New tech tracks space debris
Application aids analysts in pinpointing potential collision risks.
Computing the complex orbital trajectories of spacecraft and space debris no longer requires the use of powerful supercomputers. A firm based in Lanham, Md., is using its own software and a computing cluster to model and predict the path of space debris and satellites for its U.S. government customers.
The company, A.I. Solutions, supports most of NASA’s satellite operations at the Goddard Space Flight Center. The company also conducts analyses for NASA prior to satellite launches. Other clients include the Air Force’s GPS program and collision avoidance work for rocket launches at the Kennedy Space Center in Florida. The company uses its FreeFlyer software application to provide satellite mission analysis. The firm teamed with Microsoft to combine FreeFlyer with the computing giant’s HPC tool.
According to Dave Rand, A.I. Solutions’ technology domain lead, FreeFlyer can perform debris modeling calculations, but only for one object or interaction per analysis. Combining it with Microsoft’s HPC tool permits the application to perform thousands of simultaneous orbital calculations. The software was combined to support NASA requirements to examine the long-term implications of the low orbit debris cloud created by the 2007 Chinese anti-satellite test, he said.
The company used the tool to map the trajectories of some 2,000 objects in the debris cloud. The first test of the system modeled the cloud out to 20 years and a second test predicted the cloud’s orbital path out to 100 years.
Orbital debris poses a serious threat to spacecraft. However, in the past, in-depth modeling and analysis was done only for manned space missions. A.I. Solutions' effort is the first time such an in-depth approach has been attempted for satellites. “The difference in what we did and what has been done to date is that what we did can really be considered high fidelity. When I say that, I mean we modeled each individual piece, and we modeled it very accurately in terms of its drag profile, in terms of how it’s going to come down through the atmosphere,” he said.
To track the debris, the company accessed data provided to NASA from U.S. Strategic Command. Rand added that previous attempts at debris modeling also did not benefit from access to high fidelity Defense Department data.

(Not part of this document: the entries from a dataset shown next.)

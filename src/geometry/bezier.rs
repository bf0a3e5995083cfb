//! The formulas of a cubic Bézier curve.

use super::point::Point;

/// The point at t, from the nearer end, so that the ends are met exactly.
pub(super) fn at(p: &[Point; 4], t: f64) -> Point {
    if t > 0.5 {
        return at(&[p[3], p[2], p[1], p[0]], 1.0 - t);
    }
    let (a, b, c) = (p[1] - p[0], p[2] - p[0], p[3] - p[0]);
    let s = 1.0 - t;
    p[0] + a * (3.0 * s * s * t) + b * (3.0 * s * t * t) + c * (t * t * t)
}

/// Derivative by t.
pub(super) fn velocity(p: &[Point; 4], t: f64) -> Point {
    let s = 1.0 - t;
    (p[1] - p[0]) * (3.0 * s * s) + (p[2] - p[1]) * (6.0 * s * t) + (p[3] - p[2]) * (3.0 * t * t)
}

/// Second derivative by t.
fn acceleration(p: &[Point; 4], t: f64) -> Point {
    let second = |a: Point, b: Point, c: Point| (a + c) - b * 2.0;
    second(p[0], p[1], p[2]) * (6.0 * (1.0 - t)) + second(p[1], p[2], p[3]) * (6.0 * t)
}

/// Unit vector along the curve; at an end with a doubled control point the limit.
pub(super) fn tangent(p: &[Point; 4], t: f64) -> Point {
    let v = velocity(p, t);
    let reach = (p[1] - p[0])
        .norm()
        .max((p[2] - p[0]).norm())
        .max((p[3] - p[0]).norm());
    if v.norm() > 1e-9 * reach {
        return v.unit();
    }
    // The first derivative vanishes: the direction is that of the next one that does not.
    let a = acceleration(p, t) * if t > 0.5 { -1.0 } else { 1.0 };
    if a.norm() > 1e-9 * reach {
        a.unit()
    } else {
        (p[3] - p[0]).unit()
    }
}

/// Signed curvature; zero where the velocity vanishes.
pub(super) fn curvature(p: &[Point; 4], t: f64) -> f64 {
    let v = velocity(p, t);
    let speed = v.norm();
    if speed == 0.0 {
        return 0.0;
    }
    v.cross(acceleration(p, t)) / (speed * speed * speed)
}

/// Roots in (0, 1) of the derivative of one coordinate.
pub(super) fn turning_points(p: &[Point; 4], axis: usize) -> Vec<f64> {
    let d = |k: usize| p[k + 1].axis(axis) - p[k].axis(axis);
    let (c, b, a) = (d(0), 2.0 * (d(1) - d(0)), d(0) - 2.0 * d(1) + d(2));
    let mut out = quadratic_roots(a, b, c);
    out.retain(|t| *t > 1e-12 && *t < 1.0 - 1e-12);
    out.sort_by(f64::total_cmp);
    out
}

/// Real simple roots of a t² + b t + c without cancellation.
fn quadratic_roots(a: f64, b: f64, c: f64) -> Vec<f64> {
    let size = a.abs().max(b.abs()).max(c.abs());
    if a.abs() <= 1e-14 * size {
        return if b == 0.0 { Vec::new() } else { vec![-c / b] };
    }
    let disc = b * b - 4.0 * a * c;
    if disc <= 0.0 {
        return Vec::new();
    }
    let q = -0.5 * (b + disc.sqrt().copysign(b));
    if q == 0.0 {
        return vec![0.0];
    }
    vec![q / a, c / q]
}

/// The control points of the part from t0 to t1 (polar form of the curve).
pub(super) fn part(p: &[Point; 4], t0: f64, t1: f64) -> [Point; 4] {
    let mix = |a: Point, b: Point, t: f64| a * (1.0 - t) + b * t;
    let blossom = |u: f64, v: f64, w: f64| {
        let q = [mix(p[0], p[1], u), mix(p[1], p[2], u), mix(p[2], p[3], u)];
        let r = [mix(q[0], q[1], v), mix(q[1], q[2], v)];
        mix(r[0], r[1], w)
    };
    [
        at(p, t0),
        blossom(t0, t0, t1),
        blossom(t0, t1, t1),
        at(p, t1),
    ]
}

Lauri Kraft Newman, NASA’s robotic conjunction assessment manager at the Goddard Space Flight Center Robotic Systems Protection Office, said that agency analysts use the company’s FreeFlight application to pinpoint potential collisions. The software generates a risk analysis of any close encounter with an object in orbit. The data is then passed on to a human analyst for final consideration. NASA Goddard’s analysts track satellite conjunctions seven to 10 days in advance to provide several days advance notice in case an evasive maneuver is necessary.

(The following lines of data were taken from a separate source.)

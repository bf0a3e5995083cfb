//! Colour scales of our own making: smooth paths through Oklab, run through at constant speed.
//!
//! The path is the uniform cubic B-spline of a few knots. It stays in their convex hull and turns
//! no more often than they do, so that a scale whose knots grow in lightness grows everywhere.
//! Constant speed makes equal differences of the field look equal.

use super::oklab::{Lab, Lch, Rgb, distance, lch, to_rgb};

/// Entries of a finished scale: finer than the steps of eight-bit colour.
const ENTRIES: usize = 1024;
/// Straight pieces by which the length of a path is measured.
const PIECES: usize = 4096;

/// A finished scale.
#[derive(Clone, Debug, PartialEq)]
pub struct Scale {
    colours: Vec<Lab>,
    table: Vec<Rgb>,
}

impl Scale {
    /// The colour at `t`, 0 the start to 1 the end; beyond, and for NaN, the nearer end.
    pub fn at(&self, t: f64) -> Rgb {
        let last = self.table.len() - 1;
        self.table[(t.clamp(0.0, 1.0) * last as f64).round() as usize]
    }

    /// The entries in Oklab, evenly spaced from start to end.
    pub fn colours(&self) -> &[Lab] {
        &self.colours
    }

    fn of(colours: Vec<Lab>) -> Self {
        let table = colours.iter().map(|&c| to_rgb(c)).collect();
        Self { colours, table }
    }
}

/// A scale along one path.
pub fn sequential(knots: &[Lch]) -> Scale {
    let lab: Vec<Lab> = knots.iter().map(|k| k.lab()).collect();
    Scale::of(even(&path(&lab), ENTRIES))
}

/// A scale of two arms with the same lightness and chroma, from the end of the negative arm over
/// the shared first knot to the end of the positive one. Each arm's hue runs from the first to the
/// second angle of its pair, away from the middle.
pub fn diverging(knots: &[Lch], negative: (f64, f64), positive: (f64, f64)) -> Scale {
    let arm = |(near, far): (f64, f64)| {
        let last = (knots.len() - 1) as f64;
        let turned = |(k, knot): (usize, &Lch)| {
            let hue = near + (far - near) * k as f64 / last;
            let hue = if k == 0 { knot.hue } else { hue };
            lch(knot.lightness, knot.chroma, hue).lab()
        };
        let lab: Vec<Lab> = knots.iter().enumerate().map(turned).collect();
        path(&lab)
    };
    let (down, up) = (arm(negative), arm(positive));
    let half = ENTRIES / 2;
    let mut colours = even(&down, half + 1);
    colours.reverse();
    colours.extend_from_slice(&even(&up, half + 1)[1..]);
    Scale::of(colours)
}

/// Fine points of the B-spline of `knots`; the ends are knots of multiplicity three, and so met.
fn path(knots: &[Lab]) -> Vec<Lab> {
    let n = knots.len() as isize;
    let knot = |i: isize| knots[i.clamp(0, n - 1) as usize];
    let spans = n + 1;
    let point = |s: f64| {
        let k = (s.floor() as isize).min(spans - 1);
        let t = s - k as f64;
        let w = [
            (1.0 - t).powi(3) / 6.0,
            (3.0 * t.powi(3) - 6.0 * t * t + 4.0) / 6.0,
            (-3.0 * t.powi(3) + 3.0 * t * t + 3.0 * t + 1.0) / 6.0,
            t.powi(3) / 6.0,
        ];
        let mut out = [0.0; 3];
        for (j, w) in w.iter().enumerate() {
            let p = knot(k - 2 + j as isize);
            for c in 0..3 {
                out[c] += w * p[c];
            }
        }
        out
    };
    (0..=PIECES)
        .map(|i| point(spans as f64 * i as f64 / PIECES as f64))
        .collect()
}

/// `count` points of a path at equal distances along it, ends included.
fn even(path: &[Lab], count: usize) -> Vec<Lab> {
    let mut run = vec![0.0];
    for k in 1..path.len() {
        run.push(run[k - 1] + distance(path[k - 1], path[k]));
    }
    let total = run[run.len() - 1];
    let mut k = 0;
    (0..count)
        .map(|i| {
            let s = total * i as f64 / (count - 1) as f64;
            while k + 2 < run.len() && run[k + 1] < s {
                k += 1;
            }
            let length = run[k + 1] - run[k];
            let t = if length > 0.0 {
                (s - run[k]) / length
            } else {
                0.0
            };
            [0, 1, 2].map(|c| path[k][c] + t.clamp(0.0, 1.0) * (path[k + 1][c] - path[k][c]))
        })
        .collect()
}

#[cfg(test)]
mod tests {
    use super::super::oklab::back::from_rgb;
    use super::super::oklab::to_srgb;
    use super::super::theme::Theme;
    use super::*;

    fn every_scale() -> Vec<(String, Scale)> {
        let mut all = Vec::new();
        for (name, theme) in Theme::NAMES {
            let p = theme.palette();
            all.push((format!("{name} density"), p.density));
            all.push((format!("{name} wave"), p.wave));
        }
        all
    }

    /// Relative luminance Y of a colour (IEC 61966-2-1): what a grey print keeps.
    fn luminance(rgb: Rgb) -> f64 {
        let lin = rgb.map(|v| {
            let v = f64::from(v) / 255.0;
            if v <= 0.040_45 {
                v / 12.92
            } else {
                ((v + 0.055) / 1.055).powf(2.4)
            }
        });
        0.2126 * lin[0] + 0.7152 * lin[1] + 0.0722 * lin[2]
    }

    #[test]
    fn no_colour_leaves_the_gamut() {
        for (name, scale) in every_scale() {
            for (k, &c) in scale.colours().iter().enumerate() {
                for v in to_srgb(c) {
                    assert!((-0.004..1.004).contains(&v), "{name} at {k}: {v}");
                }
            }
        }
    }

    #[test]
    fn steps_look_equal() {
        for (name, scale) in every_scale() {
            let c = scale.colours();
            let step: Vec<f64> = c.windows(2).map(|w| distance(w[0], w[1])).collect();
            let (lo, hi) = step
                .iter()
                .fold((f64::MAX, 0.0f64), |(lo, hi), &s| (lo.min(s), hi.max(s)));
            // the two arms of a wave differ a little in how much their hue turns
            assert!(hi / lo < 1.12, "{name}: {lo} to {hi}");
        }
    }

    #[test]
    fn density_is_monotone_in_lightness_and_in_grey() {
        for (name, theme) in Theme::NAMES {
            let scale = theme.palette().density;
            let sign = if theme == Theme::Light { -1.0 } else { 1.0 };
            for w in scale.colours().windows(2) {
                assert!(sign * (w[1][0] - w[0][0]) > 0.0, "{name}");
            }
            let grey: Vec<f64> = (0..=64)
                .map(|k| luminance(scale.at(k as f64 / 64.0)))
                .collect();
            assert!(
                grey.windows(2).all(|w| sign * (w[1] - w[0]) > 0.0),
                "{name}: {grey:?}"
            );
            let range = (scale.colours()[0][0] - scale.colours()[ENTRIES - 1][0]).abs();
            assert!(range > 0.7, "{name}: a range of {range} in lightness");
        }
    }

    #[test]
    fn the_wave_is_symmetric_about_the_page() {
        for (name, theme) in Theme::NAMES {
            let palette = theme.palette();
            let c = palette.wave.colours();
            let n = c.len();
            for k in 0..n / 2 {
                let (a, b) = (c[k], c[n - 1 - k]);
                assert!(
                    (a[0] - b[0]).abs() < 0.012,
                    "{name}: {} against {}",
                    a[0],
                    b[0]
                );
            }
            assert_eq!(palette.wave.at(0.5), palette.page, "{name}");
            assert_eq!(palette.density.at(0.0), palette.page, "{name}");
        }
    }

    /// Simulated dichromacy: F. Viénot, H. Brettel & J. D. Mollon, Color Res. Appl. 24, 243 (1999),
    /// eqs. for protanopes and deuteranopes in linear sRGB.
    #[test]
    fn signs_stay_apart_for_the_colour_blind() {
        let simulate = |m: [[f64; 3]; 3], rgb: Rgb| -> Rgb {
            let lin = rgb.map(|v| (f64::from(v) / 255.0).powf(2.2));
            m.map(|row| {
                let v: f64 = row.iter().zip(lin).map(|(a, b)| a * b).sum();
                (v.clamp(0.0, 1.0).powf(1.0 / 2.2) * 255.0).round() as u8
            })
        };
        let protan = [
            [0.112_38, 0.887_62, 0.0],
            [0.112_38, 0.887_62, 0.0],
            [0.004_01, -0.004_01, 1.0],
        ];
        let deutan = [
            [0.292_75, 0.707_25, 0.0],
            [0.292_75, 0.707_25, 0.0],
            [-0.022_34, 0.022_34, 1.0],
        ];
        for (name, theme) in Theme::NAMES {
            let wave = theme.palette().wave;
            for m in [protan, deutan] {
                for t in [0.25, 0.4] {
                    let (a, b) = (wave.at(0.5 - t), wave.at(0.5 + t));
                    let d = distance(from_rgb(simulate(m, a)), from_rgb(simulate(m, b)));
                    assert!(d > 0.1, "{name} at ±{t}: {d}");
                }
            }
        }
    }
}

She said that the company’s debris cloud modeling capability was also recently used to plot material created by the collision of two communications satellites, Iridium 33 and Cosmos 2251, in February 2009.
The company conducted this work without the use of specialized computers. Rand said that A.I. Solutions self-funded the initial work on the modeling capability by building its own computer to run the software. “We literally built our own cluster. It’s really very modest,” he said.
Rand said the hardware for specialized computing has become smaller, cheaper and more powerful. “It doesn’t take a lot of hardware and resources to do this any more. You don’t have to have a 1,000-core computer to do this, it can be 10 cores. The new hardware coupled with the software that automates it really gets you a long way,” Rand said. He cautioned that the system is still experimental and used for in-house research work and some emergency backup work.
The software is still maturing. Rand said that the company is improving the technology and added that the anti-satellite work was a pilot effort. Rand explained that the software is useful in jobs where a great deal of analysis must be conducted quickly. In its support role for NASA, the company maps the orbital outcomes for individual spacecraft. The software allows planners to run multiple scenarios over time to track the outcome of the vehicle’s mission.
“Instead of propagating thousands of things one time, we propagate one thing a thousand times,” he said.
This type of collision avoidance analysis has been conducted for decades. But the technology now allows this work to be conducted more often, less expensively and in more detail. Rand said that customers such as NASA are becoming more accustomed to having this analysis capability for their spacecraft.
The debris analysis software also saves time. Before the software and the HPC cluster, an orbital debris analysis would take about 30 days. With the cluster, the work is now done in about three days, providing the customer with a fast, cost effective turn around, he said.